Microsoft's Surface line of tablets began life in October, 2012 with the Surface RT, a device that the company would surely love to forget. The firm promised that in a few months, there would also be a 'Pro' line that was Intel-powered, and on February 8, 2013, the Surface Pro was born.
Indeed, the device just turned four years old this week, so it seemed time to take a look back at what was, and how the device has held up.
The original Surface Pro only came in two configurations, both with a third-generation Ivy Bridge Core i5-3317U processor, 4GB RAM, and a 10.6-inch 1080p 16:9 LCD. The only difference between the two models was that one came with 64GB of storage and the other with 128GB. As with the Surface RT, it offered a full-size USB Type-A port, and a kickstand that only popped open to one position.
While the device clearly had potential, it wasn't without a number of setbacks. Ivy Bridge wasn't power-efficient, and Intel's fourth-generation Haswell chips weren't out yet. The original Surface Pro only got about four hours of battery life, and that's if you're lucky.
It also came in a very awkward form factor. Remember, this was to be the tablet that could replace your laptop, but the 10.6-inch display made it simply too small to be a laptop. And at over half an inch thick and a full two pounds, it wasn't comfortable to use as a tablet either.
Personally, I never found the Type Cover or Touch Cover very pleasant to use. The keyboard was too small, and the keys didn't have any space in between them.
None of these drawbacks kept me from using the Surface Pro as my main PC for months after it came out. I played games, wrote articles, and even developed software on it, and I loved every minute of it. Back in 2013, it felt really cool when I had to show someone a document and I could just pull off the keyboard and hand that person my Surface.
And as I mentioned above, the performance was fantastic for such a device. I never had any real problems with it, such as issues that you might have heard about with more modern devices, such as the Pro 4 and Book.
The Surface Pro was a typical first-generation device.
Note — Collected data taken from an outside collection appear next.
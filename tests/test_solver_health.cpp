// Health measures, feature preparation and the schedule.
#include <doctest/doctest.h>

#include <random>

#include "solver/features/feature_prep.h"
#include "solver/fit/schedule.h"
#include "solver/measures/health.h"
#include "tests/approx.h"

namespace {
kith::Points blobs(int n, int d, uint64_t seed) {
  return kith::test::normal_points(n, d, seed, [](int i, int c) { return 5.0 * (i % 4 == c % 4); });
}
}  // namespace

TEST_CASE("solver: a map equal to its features is fully trustworthy and recalls every neighbour") {
  const kith::Points x = blobs(300, 3, 1);
  CHECK(kith::trustworthiness(x, x, 5) == doctest::Approx(1.0).epsilon(1e-15));
  CHECK(kith::neighbour_recall(x, x, 10) == doctest::Approx(1.0).epsilon(1e-15));
  // A map that throws the features away does much worse.
  std::mt19937_64 rng(2);
  std::normal_distribution<double> g;
  kith::Points noise(300, 3);
  for (Eigen::Index i = 0; i < noise.size(); ++i) noise.data()[i] = g(rng);
  CHECK(kith::trustworthiness(x, noise, 5) < 0.8);
  CHECK(kith::neighbour_recall(x, noise, 10) < 0.2);
  CHECK_THROWS_AS(kith::trustworthiness(x, x, 150), std::invalid_argument);
}

TEST_CASE("solver: health is subsampled above the threshold with a fixed seed") {
  const kith::Points x = blobs(1200, 6, 3);
  kith::HealthOptions o;
  o.sample_above = 500;
  const auto a = kith::measure_health(x, x.leftCols(3), o), b = kith::measure_health(x, x.leftCols(3), o);
  CHECK(a.sample == 500);
  CHECK(a.trustworthiness == b.trustworthiness);
  CHECK(a.neighbour_recall == b.neighbour_recall);
}

TEST_CASE("solver: PCA start has first-column std 1e-4 and follows the largest variance") {
  kith::Points x = blobs(400, 8, 4);
  x.col(5) *= 10.0;  // the dominant direction
  const kith::Points y = kith::pca_start(x, 3);
  const Eigen::VectorXd c0 = y.col(0);
  CHECK(std::sqrt((c0.array() - c0.mean()).square().mean()) == doctest::Approx(1e-4).epsilon(1e-12));
  Eigen::VectorXd xc = x.col(5).array() - x.col(5).mean();
  const double corr = std::abs(xc.dot(c0 - Eigen::VectorXd::Constant(400, c0.mean()))) /
                      (xc.norm() * (c0.array() - c0.mean()).matrix().norm());
  CHECK(corr > 0.99);
  // Reduction keeps distances when the data already lie in fewer dims than the cap.
  kith::FeaturePrepOptions prep;
  prep.max_dims = 8;
  const kith::Points same = kith::prepare_features(x, prep);
  CHECK((same.row(0) - same.row(1)).norm() == doctest::Approx((x.row(0) - x.row(1)).norm()).epsilon(1e-12));
  prep.max_dims = 4;
  CHECK(kith::prepare_features(x, prep).cols() == 4);
}

TEST_CASE("solver: schedule matches scikit-learn 1.2's TSNE schedule") {
  // sklearn/manifold/_t_sne.py (1.2): learning_rate_ = max(N / early_exaggeration / 4, 50);
  // _EXPLORATION_N_ITER = 250 with momentum 0.5, then momentum 0.8; early_exaggeration = 12.
  kith::Schedule s;
  CHECK(s.learning_rate_for(10000) == doctest::Approx(10000.0 / 12.0 / 4.0));
  CHECK(s.learning_rate_for(1000) == 50.0);
  CHECK(s.exaggeration_at(249) == 12.0);
  CHECK(s.exaggeration_at(250) == 1.0);
  CHECK(s.step_at(249, 100).momentum == 0.5);
  CHECK(s.step_at(250, 100).momentum == 0.8);
}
There was quite a bit of obvious potential, but there were also some real setbacks.
Only about seven months later, the Surface Pro was replaced by, you guessed it, the Surface Pro 2, which came alongside the Surface 2, Type Cover 2, and Touch Cover 2. The main improvements in the new Type and Touch Covers were backlighting, but the Surface Pro 2 had some important improvements.
The big one was an Intel fourth-generation Haswell Core i5-4300U processor. This allowed for much better battery life, making it more feasible for use as both a tablet and a laptop. It also allowed for more configuration options, with either 4GB or 8GB RAM, and up to 512GB of storage, solving another key problem with the first generation.
That pretty much sums up the changes in the Pro 2. It didn't fix one of the biggest problems with Surface Pro, which was the size and weight.
Microsoft did come up with a solution for the battery life problem on the original model, though. The Power Cover was a Type Cover that added additional battery life. Announced in September 2013, it wouldn't launch until the following March. It was a bit pricey at $199, and it added even more weight to an already heavy device that's supposed to be meant for portability.
That brings us to May 2014, when the Surface Pro 3 was launched. This is generally looked upon as when Surface came into maturity. It still had the same Haswell Core i5 chip as its predecessor, but also offered i3 and i7 options.
Most importantly, though, it was thinner, lighter, and bigger than the ones that came before it. The display was now 12 inches, but with a 3:2 aspect ratio. Rather than half an inch thick, it was 0.36 inches thin, and came in at 1.76 pounds. I'm actually typing this on a Surface Pro 3 right now.
Today's model of Microsoft's line of tablets is the Surface Pro 4, and it was announced in October 2015. A bit thinner than the Pro 3, it still maintains the same form factor, although it has a higher resolution display, 16GB RAM, and 1TB storage options, and Intel sixth-generation Skylake processors.
For me, though, the most important improvement was the Surface Pro 4 Type Cover. Finally, the keys were 'islanded', meaning that there was space between them.
So how has a first-generation Surface Pro stood the test of time? Quite well, actually. I still use mine frequently as a test machine for Windows Insider Preview builds. I've wiped the hard drive on it and reinstalled Windows 8, 8.1, 10, and once, Ubuntu Linux. In four years, the Surface Pro has never failed me.
Interestingly, the device's age marks a milestone for it, as it's no longer considered to be a 'modern PC', by Microsoft's standards. When the company called on OEMs to make modern PCs at WinHEC, it said that more there are 600 million PCs in use that are over four years old, and now the Surface Pro is one of them.
This is a fascinating development because the Surface Pro was one of the first 2-in-1 devices on the market, and it goes to show that that's not enough to make a PC 'modern'. It would seem like newer Windows 10 features such as Windows Hello are necessary now.
And let's face it, no one would buy a Surface Pro given the devices that are on the market today. Today's detachable Windows devices are thinner, lighter, have much better battery life, and just more pleasant to use.
However, while you can say what you want about it, there's no doubt that it was the beginning of something special. Microsoft stuck to its vision and eventually ended up making something great.